God made a number of promises to Abraham—promises that the patriarch himself did not live to see realized but which have been fulfilled in his descendants. God is entirely faithful (I Corinthians 1:9) and will carry out all that He has promised even when it spans thousands of years (see Isaiah 55:10-11). Thus, when we find the nations in which the promises made to Abraham—and confirmed to Isaac and Jacob—have been fulfilled, we will find Israel.

In addition to fulfilling these promises, modern Israel will also fulfill numerous prophecies that pinpoint where she is and what her future is. What we will see is that God's Word gives us "search criteria" that overwhelmingly point to only one group of people—the real people of Israel. By collating the Bible's information about Israel, found primarily in the promises and the prophecies, we find that modern-day Israelites will be:

  1. Multitudes of peoples, living in
  2. a nation and a company of nations—multiple nations, whose
  3. geographic focus lies to the north and west of Jerusalem, but whose
  4. lands spread to all compass points. Israel's people own
  5. possessions over rivers, across seas, and in the islands and coastlands. At least some tribes of Israel will enjoy widespread
  6. wealth and prosperity and will possess
  7. gates—that is, strategic commercial and military positions—in the midst of their enemies.
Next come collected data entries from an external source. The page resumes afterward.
def _run(args, con) -> int:
    from .errors import AnalysisError, UnstableStructureError

    try:
        if args.command == "check":
            return _check(args, con)
        if args.command in ("analyze", "analyse"):
            return _analyze(args, con)
        if args.command == "batch":
            from .batch import batch

            return batch(args, con)
        return _sample(args, con)
    except UnstableStructureError as exc:
        _print_unstable(con, exc)
        return EXIT_UNSTABLE
    except AnalysisError as exc:
        if args.verbose:
            traceback.print_exc(file=con.err)
        con.error(str(exc))
        return EXIT_BAD_INPUT
    except KeyboardInterrupt as exc:
        what = "terminated" if isinstance(exc, _checks.Terminated) else "interrupted"
        if con.written:
            con.error(f"{what} after writing {', '.join(con.written)}")
        else:
            con.error(f"{what}; nothing was written")
        return 143 if isinstance(exc, _checks.Terminated) else 130
    except (FloatingPointError, OverflowError) as exc:
        if args.verbose:
            traceback.print_exc(file=con.err)
        con.error(f"numbers of the model are out of range ({exc}); check the magnitudes of coordinates, loads, "
                  "moduli and units")
        return EXIT_BAD_INPUT
    except Exception as exc:  # a bug: say so plainly
        if args.verbose:
            traceback.print_exc(file=con.err)
        con.error(f"internal error ({type(exc).__name__}: {exc}); run again with --verbose for the details")
        return EXIT_INTERNAL


def _setup_logging(verbose: bool, quiet: bool):
    """Send the engine's log to stderr for this run; returns a callable that puts things back."""
    logger = logging.getLogger("analysis")
    saved = (logger.level, logger.propagate)
    handler = logging.StreamHandler(sys.stderr)
    handler.setFormatter(logging.Formatter("%(levelname)s: %(message)s"))
    handler.setLevel(logging.INFO if verbose else logging.ERROR)
    logger.addHandler(handler)
    logger.propagate = False
    # engine warnings are gathered and summarised (also those only logged); log lines only with --verbose
    logger.setLevel(logging.INFO if verbose else logging.WARNING)
    _LOGGED.clear()
    collector = _Collector()
    logger.addHandler(collector)

    def restore() -> None:
        logger.removeHandler(handler)
        logger.removeHandler(collector)
        logger.setLevel(saved[0])
        logger.propagate = saved[1]

    return restore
They are a people who have been
  8. ruled without interruption by a monarchy whose roots lie in the tribe of Judah. That monarchy will be
  9. currently centered in Britain. Finally, they are a people whose
  10. dominance, politically, militarily, and economically, did not begin until about AD 1800.

These ten specific, easy-to-grasp identifiers will show us the whereabouts of modern-day Israel. Since we are dealing with over three thousand years from the time of Abraham until today, not every criterion will be applicable to every period of history. Some criteria will have more application to the Israel of yesterday; some will relate to the Israel of today; some will pertain to the Israel of the Millennium or beyond. Many will have application to more than one period. Nevertheless, all will point straight to Israel!

In this extensive series of essays, we will search God's Word and history for the whereabouts of Israel today. We will begin by locating these ten identifiers in Scripture, showing how each one points to Israel. Putting them together, we will encounter overwhelming evidence of the whereabouts of God's people Israel—and of God's forethought, care, and purpose for those peoples, and amazingly, through them, His love and concern for all mankind.

We will find more than that. We will find that God's plan, His purpose, is so tightly linked with Israel, so much part-and-parcel with Israel's history, that when we find Israel, we will also find God. In essence, to search for Israel is to search for God; to find Israel in history is to find God there too.